====== RECORDS FOR THE TASK ======
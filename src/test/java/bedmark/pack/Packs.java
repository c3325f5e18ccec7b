package bedmark.pack;

import static org.junit.jupiter.api.Assertions.assertArrayEquals;
import static org.junit.jupiter.api.Assertions.assertEquals;
import static org.junit.jupiter.api.Assertions.assertThrows;

import bedmark.document.Refused;
import java.io.IOException;
import java.nio.file.Files;
import java.nio.file.Path;
import java.util.List;
import java.util.stream.Stream;

/** Opens forged packs in a folder of their own. */
final class Packs {
    private Packs() {
    }

    static ReadPack open(Path folder, byte[] bytes) throws IOException {
        return open(folder, bytes, PackLimits.STANDARD);
    }

    static ReadPack open(Path folder, byte[] bytes, PackLimits limits) throws IOException {
        Path file = folder.resolve("forged.zip");
        Files.write(file, bytes);
        return PackReader.open(file, limits);
    }

    /** The pack is refused with this code, and the folder holds what it held. */
    static Refused assertRefused(String code, Path folder, byte[] bytes) throws IOException {
        return assertRefused(code, folder, bytes, PackLimits.STANDARD);
    }

    static Refused assertRefused(String code, Path folder, byte[] bytes, PackLimits limits) throws IOException {
        Refused refused = assertThrows(Refused.class, () -> open(folder, bytes, limits));
        assertEquals(code, refused.defect().code(), refused::getMessage);
        assertEquals(List.of("forged.zip"), names(folder));
        assertArrayEquals(bytes, Files.readAllBytes(folder.resolve("forged.zip")));
        return refused;
    }

    static List<String> names(Path folder) throws IOException {
        try (Stream<Path> files = Files.list(folder)) {
            return files.map(file -> file.getFileName().toString()).sorted().toList();
        }
    }
}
======
TO DO: Nothing but the lines from the one with "it held. */" through the final line of the records above should appear, each copied exactly.

OUTPUT OF THE TASK:
    /** The pack is refused with this code, and the folder holds what it held. */
    static Refused assertRefused(String code, Path folder, byte[] bytes) throws IOException {
        return assertRefused(code, folder, bytes, PackLimits.STANDARD);
    }

    static Refused assertRefused(String code, Path folder, byte[] bytes, PackLimits limits) throws IOException {
        Refused refused = assertThrows(Refused.class, () -> open(folder, bytes, limits));
        assertEquals(code, refused.defect().code(), refused::getMessage);
        assertEquals(List.of("forged.zip"), names(folder));
        assertArrayEquals(bytes, Files.readAllBytes(folder.resolve("forged.zip")));
        return refused;
    }

    static List<String> names(Path folder) throws IOException {
        try (Stream<Path> files = Files.list(folder)) {
            return files.map(file -> file.getFileName().toString()).sorted().toList();
        }
    }
}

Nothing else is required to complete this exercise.